July 21, 10:55am EDT

July 21, 10:55am EDT

At this time services have been restored and should be operating as normal. If you continue to have any issues please contact support@statuscast.com to open a ticket. We will follow to this event with an RCA detailing what occurred and how we will handle this moving forward. 

Root Cause

July 21, 12:02pm EDT

July 21, 12:02pm EDT

Describe the full incident details below:

On July 21st, 2023 at approximately 9:40 EDT StatusCast’s engineers received alerts that the application was displaying a  HTTP Error 500.30 error when attempting to access any *.status.page status page or admin portal. During this period any notifications in progress or from schedule maintenance would have continued to work as expected. Additionally, during this period anyone using StatusCast’s legacy(*.statuscast.com) version of the application was not impacted. 

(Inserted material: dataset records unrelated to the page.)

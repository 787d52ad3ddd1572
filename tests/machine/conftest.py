"""The small machine file that the tests of this folder change."""

from pathlib import Path

import pytest


@pytest.fixture(scope="session")
def small_text() -> str:
    return (Path(__file__).parent / "small_power_unit.yaml").read_text(encoding="utf-8")
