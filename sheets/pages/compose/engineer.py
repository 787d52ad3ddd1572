"""The engineer's page: states, reasons, order, derivations, and what was and wasn't tried."""

from __future__ import annotations

from sheets.amounts import Derivation
from sheets.pages.compose.matter import Matter
from sheets.pages.document import Block, Heading, Paragraph, Section, SheetKind, Table
from sheets.procedure.answers import TestState
from sheets.procedure.order import EdgeKind
from sheets.wording.findings import say_not_in_use
from sheets.wording.why import say_changes


def engineer(matter: Matter) -> Section:
    """For the one who checks; nothing here is needed at the machine."""
    procedure = matter.procedure
    found = procedure.search.found()
    blocks: list[Block] = [_states(matter), _reasons(matter)]
    blocks.append(Heading(text=matter.text("order_title"), level=2))
    blocks += [Paragraph(text=text) for text in _order(matter)]
    unused = say_not_in_use(matter.speaker, procedure)
    if unused:
        blocks.append(Heading(text=matter.text("not_in_use_title"), level=2))
        blocks += [Paragraph(text=text) for text in unused]
    blocks += [_derivations(matter, found)]
    acting = sum(bool(step.actions) for stage in procedure.stages for step in stage.steps)
    blocks += [
        Heading(text=matter.text("account_title"), level=2),
        Paragraph(text=matter.text("account_tried", steps=str(acting), starts=str(len(matter.replay.runs)))),
        Paragraph(text=matter.text("account_faults")),
        Paragraph(text=matter.text("account_not")),
        Paragraph(text=matter.text("account_policy")),
    ]
    return Section(
        kind=SheetKind.ENGINEER,
        bookmark=matter.text("engineer_title"),
        title=matter.text("engineer_title"),
        subject=matter.machine.tag,
        lines=(matter.text("engineer_line"),),
        banner=None,
        blocks=tuple(blocks),
    )


def _states(matter: Matter) -> Table:
    found, figures = matter.procedure.search.found(), matter.figures
    rows = []
    for id_ in matter.procedure.order.sequence:
        state = found[id_]
        setting = matter.targets.settings[id_]
        rows.append(
            (
                matter.speaker.adjuster(id_),
                say_changes(matter.speaker, state.changes),
                f"{figures.pressure(setting.target_bar)} ({setting.origin.value}"
                + (f": {setting.given_by})" if setting.given_by else ")"),
                figures.pressure(state.reading_bar),
                figures.flow(state.flow_lpm) if state.flow_lpm > 0.0 else "–",
                f"{state.gauge.accuracy_ratio:.1f}:1",
            )
        )
    return Table(
        title=matter.text("states_title"),
        light=matter.text("states_light", states=str(matter.procedure.search.states)),
        head=("adjuster", "state", "setting", "reads", "flow", "accuracy ratio"),
        rows=tuple(rows),
        shares=(0.18, 0.28, 0.22, 0.10, 0.11, 0.11),
    )


def _reasons(matter: Matter) -> Table:
    found = matter.procedure.search.found()
    rows = [
        (
            matter.speaker.adjuster(id_),
            say_changes(matter.speaker, (change,)),
            matter.speaker.otherwise(failure, id_),
        )
        for id_ in matter.procedure.order.sequence
        for change, failure in found[id_].reasons
    ]
    return Table(
        title=matter.text("reasons_title"),
        head=("adjuster", "change", "without it"),
        rows=tuple(rows),
        shares=(0.22, 0.30, 0.48),
    )


def _order(matter: Matter) -> list[str]:
    speaker, order = matter.speaker, matter.procedure.order
    lines = [
        matter.text(
            "edge_away" if edge.kind is EdgeKind.NEEDS_AWAY else "edge_shifts",
            before=speaker.adjuster(edge.before),
            after=speaker.adjuster(edge.after),
        )
        for edge in order.edges
    ]
    for tie in order.ties:
        members = [speaker.adjuster(id_) for id_ in order.sequence if id_ in tie]
        lines.append(matter.text("tie", members=" and ".join(members)))
    return lines


def _derivations(matter: Matter, found: dict[str, TestState]) -> Table:
    rows = [
        (
            matter.speaker.adjuster(id_),
            derivation.result_name,
            _inputs(matter, derivation),
            matter.figures.amount(derivation.result),
        )
        for id_ in found
        for derivation in matter.targets.settings[id_].derivations
    ]
    return Table(
        title=matter.text("derivations_title"),
        head=("adjuster", "figure", "from", "result"),
        rows=tuple(rows),
        shares=(0.20, 0.20, 0.48, 0.12),
    )


def _inputs(matter: Matter, derivation: Derivation) -> str:
    inputs = "; ".join(
        f"{symbol} {matter.figures.amount(amount)} ({source})" for symbol, amount, source in derivation.inputs
    )
    return f"{derivation.formula}. {inputs}"
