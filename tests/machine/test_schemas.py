"""The schemas in schemas/ are those of the models, and say of a file what the reader says."""

import json
from collections.abc import Iterator
from pathlib import Path
from typing import Any

import pytest
from jsonschema import Draft202012Validator

from sheets.machine.loading import parse_machine, parse_site
from sheets.machine.reading import read_text
from sheets.machine.schema import SCHEMAS, schema_text
from sheets.resources import resource_folder

SAMPLES = sorted((Path(__file__).parents[2] / "sample_machines").glob("*.yaml"))


def schema_of(name: str) -> Any:
    return json.loads((resource_folder("schemas") / name).read_text(encoding="utf-8"))


@pytest.mark.parametrize("name", SCHEMAS)
def test_schema_is_fresh(name: str) -> None:
    written = (resource_folder("schemas") / name).read_text(encoding="utf-8")

    assert written == schema_text(SCHEMAS[name]), "write it anew: python -m sheets.machine.schema"
    Draft202012Validator.check_schema(json.loads(written))


@pytest.mark.parametrize("path", SAMPLES, ids=lambda path: path.name)
def test_samples_hold_to_the_schema_and_are_read(path: Path) -> None:
    site = path.name.startswith("site")
    (parse_site if site else parse_machine)(path.read_bytes(), path.name)

    schema = schema_of("site.schema.json" if site else "machine.schema.json")
    assert not list(Draft202012Validator(schema).iter_errors(read_text(path.read_bytes(), path.name).data))


@pytest.mark.parametrize(
    ("good", "bad"),
    [
        ("rating: 400 bar", "rating: 400"),
        ("rating: 400 bar", "ratings: 400 bar"),
        ("kind: test point", "kind: tap"),
        ("tag: T-01", "tag: ../T"),
        ("dated: 2026-01-31", "dated: yesterday"),
        ("  TP1:", "  ../TP1:"),
        ("absent: [accumulator]", "absent: accumulator"),
        ("kind: main switch", "kind: push button"),
        ("lockable: yes", "lockable: maybe"),
        ("area: Bench\n", ""),
    ],
)
def test_schema_refuses_what_it_can_see(small_text: str, good: str, bad: str) -> None:
    validator = Draft202012Validator(schema_of("machine.schema.json"))
    assert validator.is_valid(read_text(small_text.encode(), "x").data)

    assert not validator.is_valid(read_text(small_text.replace(good, bad, 1).encode(), "x").data)


def _properties(schema: Any) -> Iterator[tuple[str, Any]]:
    for group in (schema, *schema["$defs"].values()):
        yield from group["properties"].items()


@pytest.mark.parametrize("name", SCHEMAS)
def test_every_key_is_described(name: str) -> None:
    undescribed = {key for key, said in _properties(schema_of(name)) if not said.get("description")}

    assert undescribed <= {"kind"}  # its allowed word says it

Describe action taken by StatusCast to mitigate issue:

Engineers immediately began to investigate the cause of the problem. StatusCast’s service provider, Azure, indicated that it was undergoing maintenance in the region that StatusCast’s is primarily hosted on(US East). Engineers got in contact with Microsoft to confirm and to get additional insight as the issue itself was impacting the failover region(US West). During this process StatusCast deployed an additional instance to another Azure region which experienced the same errors as both East and West.

The root cause of the problem ultimately was related to Azure’s maintenance and the availability of one of StatusCast’s databases used for managing connections to the application. Leading up to the outage StatusCast’s operations team was preparing for its monthly penetration test which regularly involves a fresh test database for a reserved test application. The updated connection was not properly propagated to all of StatusCast’s application servers and traffic manager which unfortunately caused the subsequent errors. 

Once the issue had been identified StatusCast’s engineers were quickly able to restore service. StatusCast development team will be performing an emergency patch today(July 21st, 2023) to ensure that an issue like this can be caught without the application going unavailable.